WORK REQUEST:
Everything in the data that follows has to be repeated verbatim.

AVAILABLE RECORDS:
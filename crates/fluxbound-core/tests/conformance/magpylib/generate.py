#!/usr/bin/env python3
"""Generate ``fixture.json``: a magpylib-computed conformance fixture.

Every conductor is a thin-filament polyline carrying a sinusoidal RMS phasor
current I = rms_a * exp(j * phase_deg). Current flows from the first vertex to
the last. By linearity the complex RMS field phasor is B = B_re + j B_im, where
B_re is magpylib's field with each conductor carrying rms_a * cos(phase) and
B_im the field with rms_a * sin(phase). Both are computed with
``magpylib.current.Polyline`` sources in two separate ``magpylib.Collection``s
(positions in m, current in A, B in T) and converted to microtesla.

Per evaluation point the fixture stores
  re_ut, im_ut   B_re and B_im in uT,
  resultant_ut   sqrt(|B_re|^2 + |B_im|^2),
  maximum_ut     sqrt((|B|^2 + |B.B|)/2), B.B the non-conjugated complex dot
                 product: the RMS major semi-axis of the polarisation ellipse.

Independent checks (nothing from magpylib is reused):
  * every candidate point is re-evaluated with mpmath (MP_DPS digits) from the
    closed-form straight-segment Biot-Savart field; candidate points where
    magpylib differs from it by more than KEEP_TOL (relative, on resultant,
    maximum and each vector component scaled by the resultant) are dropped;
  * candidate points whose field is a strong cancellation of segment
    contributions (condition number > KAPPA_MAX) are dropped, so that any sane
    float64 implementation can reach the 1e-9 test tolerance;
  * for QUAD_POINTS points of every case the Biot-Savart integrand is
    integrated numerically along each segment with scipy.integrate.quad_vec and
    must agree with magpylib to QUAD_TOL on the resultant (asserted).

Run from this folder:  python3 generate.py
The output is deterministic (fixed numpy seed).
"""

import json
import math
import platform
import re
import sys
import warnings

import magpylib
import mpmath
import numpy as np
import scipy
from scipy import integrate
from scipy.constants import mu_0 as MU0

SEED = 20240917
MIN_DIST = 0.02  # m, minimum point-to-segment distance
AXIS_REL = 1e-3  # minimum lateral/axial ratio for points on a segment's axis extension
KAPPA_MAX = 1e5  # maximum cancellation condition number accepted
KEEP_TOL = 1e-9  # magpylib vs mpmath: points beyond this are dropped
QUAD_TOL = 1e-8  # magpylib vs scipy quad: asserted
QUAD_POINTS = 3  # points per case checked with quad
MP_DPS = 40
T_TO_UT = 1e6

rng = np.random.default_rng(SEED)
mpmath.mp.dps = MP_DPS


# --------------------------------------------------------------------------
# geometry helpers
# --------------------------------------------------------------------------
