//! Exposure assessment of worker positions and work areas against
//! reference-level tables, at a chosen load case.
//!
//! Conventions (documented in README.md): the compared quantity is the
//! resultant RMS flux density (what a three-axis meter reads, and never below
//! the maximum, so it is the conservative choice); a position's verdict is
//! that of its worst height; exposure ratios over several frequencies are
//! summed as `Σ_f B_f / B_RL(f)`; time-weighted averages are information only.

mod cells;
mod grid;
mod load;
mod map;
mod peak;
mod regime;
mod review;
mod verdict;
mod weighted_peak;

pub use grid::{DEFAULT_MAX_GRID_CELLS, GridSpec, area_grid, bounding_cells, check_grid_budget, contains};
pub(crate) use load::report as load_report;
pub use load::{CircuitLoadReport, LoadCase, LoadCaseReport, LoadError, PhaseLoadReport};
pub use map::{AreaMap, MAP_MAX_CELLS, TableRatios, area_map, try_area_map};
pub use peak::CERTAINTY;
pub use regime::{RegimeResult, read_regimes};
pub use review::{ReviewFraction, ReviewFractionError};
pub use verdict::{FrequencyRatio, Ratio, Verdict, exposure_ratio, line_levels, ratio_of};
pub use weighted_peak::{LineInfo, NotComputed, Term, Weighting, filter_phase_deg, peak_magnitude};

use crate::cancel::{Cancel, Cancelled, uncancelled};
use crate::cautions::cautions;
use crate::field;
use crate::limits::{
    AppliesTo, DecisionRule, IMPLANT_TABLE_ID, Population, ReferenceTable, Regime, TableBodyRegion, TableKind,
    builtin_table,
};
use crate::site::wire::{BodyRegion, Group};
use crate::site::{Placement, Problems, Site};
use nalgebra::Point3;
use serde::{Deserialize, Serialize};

WRITTEN REPLY:
filename crates/fluxbound-core/tests/conformance/magpylib/generate.py
#!/usr/bin/env python3
"""Generate ``fixture.json``: a magpylib-computed conformance fixture.

Every conductor is a thin-filament polyline carrying a sinusoidal RMS phasor
current I = rms_a * exp(j * phase_deg). Current flows from the first vertex to
the last. By linearity the complex RMS field phasor is B = B_re + j B_im, where
B_re is magpylib's field with each conductor carrying rms_a * cos(phase) and
B_im the field with rms_a * sin(phase). Both are computed with
``magpylib.current.Polyline`` sources in two separate ``magpylib.Collection``s
(positions in m, current in A, B in T) and converted to microtesla.

Per evaluation point the fixture stores
  re_ut, im_ut   B_re and B_im in uT,
  resultant_ut   sqrt(|B_re|^2 + |B_im|^2),
  maximum_ut     sqrt((|B|^2 + |B.B|)/2), B.B the non-conjugated complex dot
                 product: the RMS major semi-axis of the polarisation ellipse.

Independent checks (nothing from magpylib is reused):
  * every candidate point is re-evaluated with mpmath (MP_DPS digits) from the
    closed-form straight-segment Biot-Savart field; candidate points where
    magpylib differs from it by more than KEEP_TOL (relative, on resultant,
    maximum and each vector component scaled by the resultant) are dropped;
  * candidate points whose field is a strong cancellation of segment
    contributions (condition number > KAPPA_MAX) are dropped, so that any sane
    float64 implementation can reach the 1e-9 test tolerance;
  * for QUAD_POINTS points of every case the Biot-Savart integrand is
    integrated numerically along each segment with scipy.integrate.quad_vec and
    must agree with magpylib to QUAD_TOL on the resultant (asserted).

Run from this folder:  python3 generate.py
The output is deterministic (fixed numpy seed).
"""

import json
import math
import platform
import re
import sys
import warnings

import magpylib
import mpmath
import numpy as np
import scipy
from scipy import integrate
from scipy.constants import mu_0 as MU0

SEED = 20240917
MIN_DIST = 0.02  # m, minimum point-to-segment distance
AXIS_REL = 1e-3  # minimum lateral/axial ratio for points on a segment's axis extension
KAPPA_MAX = 1e5  # maximum cancellation condition number accepted
KEEP_TOL = 1e-9  # magpylib vs mpmath: points beyond this are dropped
QUAD_TOL = 1e-8  # magpylib vs scipy quad: asserted
QUAD_POINTS = 3  # points per case checked with quad
MP_DPS = 40
T_TO_UT = 1e6

rng = np.random.default_rng(SEED)
mpmath.mp.dps = MP_DPS


# --------------------------------------------------------------------------
# geometry helpers
# --------------------------------------------------------------------------
//! Exposure assessment of worker positions and work areas against
//! reference-level tables, at a chosen load case.
//!
//! Conventions (documented in README.md): the compared quantity is the
//! resultant RMS flux density (what a three-axis meter reads, and never below
//! the maximum, so it is the conservative choice); a position's verdict is
//! that of its worst height; exposure ratios over several frequencies are
//! summed as `Σ_f B_f / B_RL(f)`; time-weighted averages are information only.

mod cells;
mod grid;
mod load;
mod map;
mod peak;
mod regime;
mod review;
mod verdict;
mod weighted_peak;

pub use grid::{DEFAULT_MAX_GRID_CELLS, GridSpec, area_grid, bounding_cells, check_grid_budget, contains};
pub(crate) use load::report as load_report;
pub use load::{CircuitLoadReport, LoadCase, LoadCaseReport, LoadError, PhaseLoadReport};
pub use map::{AreaMap, MAP_MAX_CELLS, TableRatios, area_map, try_area_map};
pub use peak::CERTAINTY;
pub use regime::{RegimeResult, read_regimes};
pub use review::{ReviewFraction, ReviewFractionError};
pub use verdict::{FrequencyRatio, Ratio, Verdict, exposure_ratio, line_levels, ratio_of};
pub use weighted_peak::{LineInfo, NotComputed, Term, Weighting, filter_phase_deg, peak_magnitude};

use crate::cancel::{Cancel, Cancelled, uncancelled};
use crate::cautions::cautions;
use crate::field;
use crate::limits::{
    AppliesTo, DecisionRule, IMPLANT_TABLE_ID, Population, ReferenceTable, Regime, TableBodyRegion, TableKind,
    builtin_table,
};
use crate::site::wire::{BodyRegion, Group};
use crate::site::{Placement, Problems, Site};
use nalgebra::Point3;
use serde::{Deserialize, Serialize};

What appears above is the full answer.